:: Extracted information ::

# --------------------------------------------------------------------------- packs
def test_pack_of_a_branched_run_has_branch_and_node_tables_with_the_caution(tmp_path):
    import csv

    from openpyxl import load_workbook

    from rheoline.scenario.export import is_review_pack, write_pack

    result = run(load_scenarios(example_path("ward-y-site")))
    folder = write_pack(result, tmp_path / "pack")
    for name, columns in (("branches.csv", "branch"), ("nodes.csv", "node")):
        with (folder / name).open(encoding="utf-8", newline="") as fh:
            rows = list(csv.reader(fh))
        assert rows[0] == ["caution: " + rheoline.CAUTION]
        assert columns in rows[1] and len(rows) == 2 + (18 if name == "branches.csv" else 24)
    book = load_workbook(folder / "results.xlsx", read_only=True)
    assert {"branches", "nodes"} <= set(book.sheetnames)
    assert next(book["branches"].iter_rows(values_only=True))[0] == "caution: " + rheoline.CAUTION
    page = (folder / "report.html").read_text(encoding="utf-8")
    assert page.index(html.escape(rheoline.CAUTION)) < page.index("Branches of each branched line")
    assert (
        "Y-site without a check valve | 1500 mL/h: flow runs backwards in branch gravity set"
        in page
    )
    assert "mL/min flows back into saline bag (bag)" in page
    manifest = json.loads((folder / "manifest.json").read_text())
    assert {"branches.csv", "nodes.csv"} <= set(manifest["files_sha256"])
    assert is_review_pack(folder)
    assert write_pack(result, folder, force=True) == folder  # replaces its own pack


def test_pack_of_lines_only_adds_no_network_files(tmp_path):
    from rheoline.scenario.export import write_pack

    folder = write_pack(run(load_scenarios(example_path("minimal"))), tmp_path / "pack")
    names = {p.name for p in folder.iterdir()}
    assert not names & {"branches.csv", "nodes.csv"}
    assert "Branches of each branched line" not in (folder / "report.html").read_text()


def test_hostile_node_and_branch_names_are_escaped_and_neutralized(tmp_path):
    import csv

    from rheoline.scenario.export import write_pack

    evil = "<img src=x onerror=alert(1)>"
    sset = load(
        node("=HYPERLINK(1)", "bag", head="1 m"),
        node(evil, "outlet"),
        branch("@SUM(A1)", "=HYPERLINK(1)", evil),
    )
    folder = write_pack(run(sset), tmp_path / "pack")
    page = (folder / "report.html").read_text(encoding="utf-8")
    assert evil not in page and "&lt;img src=x onerror=alert(1)&gt;" in page
    with (folder / "branches.csv").open(encoding="utf-8", newline="") as fh:
        cells = [c for row in csv.reader(fh) for c in row]
    assert "'@SUM(A1)" in cells and "'=HYPERLINK(1)" in cells
    assert not any(c.startswith(("=", "@", "+")) for c in cells)


def test_network_rows_flag_a_measured_part_outside_its_bench_and_implausible_answers():
    # a bench curve of 1-2 mL/min driven at about 30 mL/min: flagged as a line's would be
    measured = (
        'type = "measured"\nflows = ["1 mL/min", "2 mL/min"]\n'
        'pressure_drops = ["10 mmHg", "20 mmHg"]\n'
    )
    bag = node("bag", "bag", head="1 m") + 'pressure = "300 mmHg"\n'
    result = run(load(bag, VEIN, branch("bench", "bag", "vein", measured)))
    assert "measured part used outside its bench flows" in result.table["flags"].iloc[0]
    assert "physically implausible" not in result.table["flags"].iloc[0]
    # a pump forcing 20 L/min through a 0.3 mm, 1 m tube: no line holds that
    pump = node("pump", "pump", flow="20 L/min")
    tiny = 'type = "tube"\ninner_diameter = "0.3 mm"\nlength = "1 m"\n'
    result = run(load(pump, VEIN, branch("tiny", "pump", "vein", tiny)))
    assert "physically implausible" in result.table["flags"].iloc[0]
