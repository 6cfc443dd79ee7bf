"""The answer of a branched line (:class:`NetworkResult`): arrays per node and branch, conditions.

Every field is data: per-branch and per-node arrays whose leading axis follows
``branch_names`` / ``node_names`` and whose other axes are the scenario shape, boolean
condition arrays, and the provenance keys of the models used.  :attr:`NetworkResult.flags`
renders sentences from those arrays (for Python users); nothing parses them back.
"""

from __future__ import annotations

from dataclasses import dataclass, field
from functools import cached_property

import numpy as np

__all__ = ["BALANCE_TOL", "NetworkResult", "NETWORK_MODELS", "ZERO_FLOW"]

#: Provenance keys this module's solve adds to those of the lines' own models.
NETWORK_MODELS = ("kirchhoff-1847", "todini-pilati-1988")
_ML_MIN = 6e7  # m^3/s -> mL/min
#: A branch flow within this fraction of its scenario's largest is rounding: it has no sign.
ZERO_FLOW = 1e-12
#: The largest mass-balance error at a node, over its scenario's largest flow, of an answer
#: called converged.
BALANCE_TOL = 1e-5


def _scalar(value):
    arr = np.asarray(value)
    return arr.item() if arr.ndim == 0 else arr


def _in_scenarios(mask):
    total = mask.size
    return "" if total == 1 else f" in {int(np.count_nonzero(mask))} of {total} scenarios"


def _amount(values, mask):
    """'12.3 mL/min' for one scenario, 'up to 12.3 mL/min' for several."""
    q = float(np.max(np.abs(np.where(mask, values, 0.0)))) * _ML_MIN
    return f"{q:.3g} mL/min" if mask.size == 1 else f"up to {q:.3g} mL/min"


def branch_ends(network, topo):
    """Per branch, the index in ``topo.nodes`` of its start and of its end (two lists)."""
    index = {n: i for i, n in enumerate(topo.nodes)}
    return [index[b.start] for b in network.branches], [index[b.end] for b in network.branches]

:::

**Task description**
Taking every line of the records above into account, tally those that contain "HYPERLINK" and give only the total.

**Exercise output**
3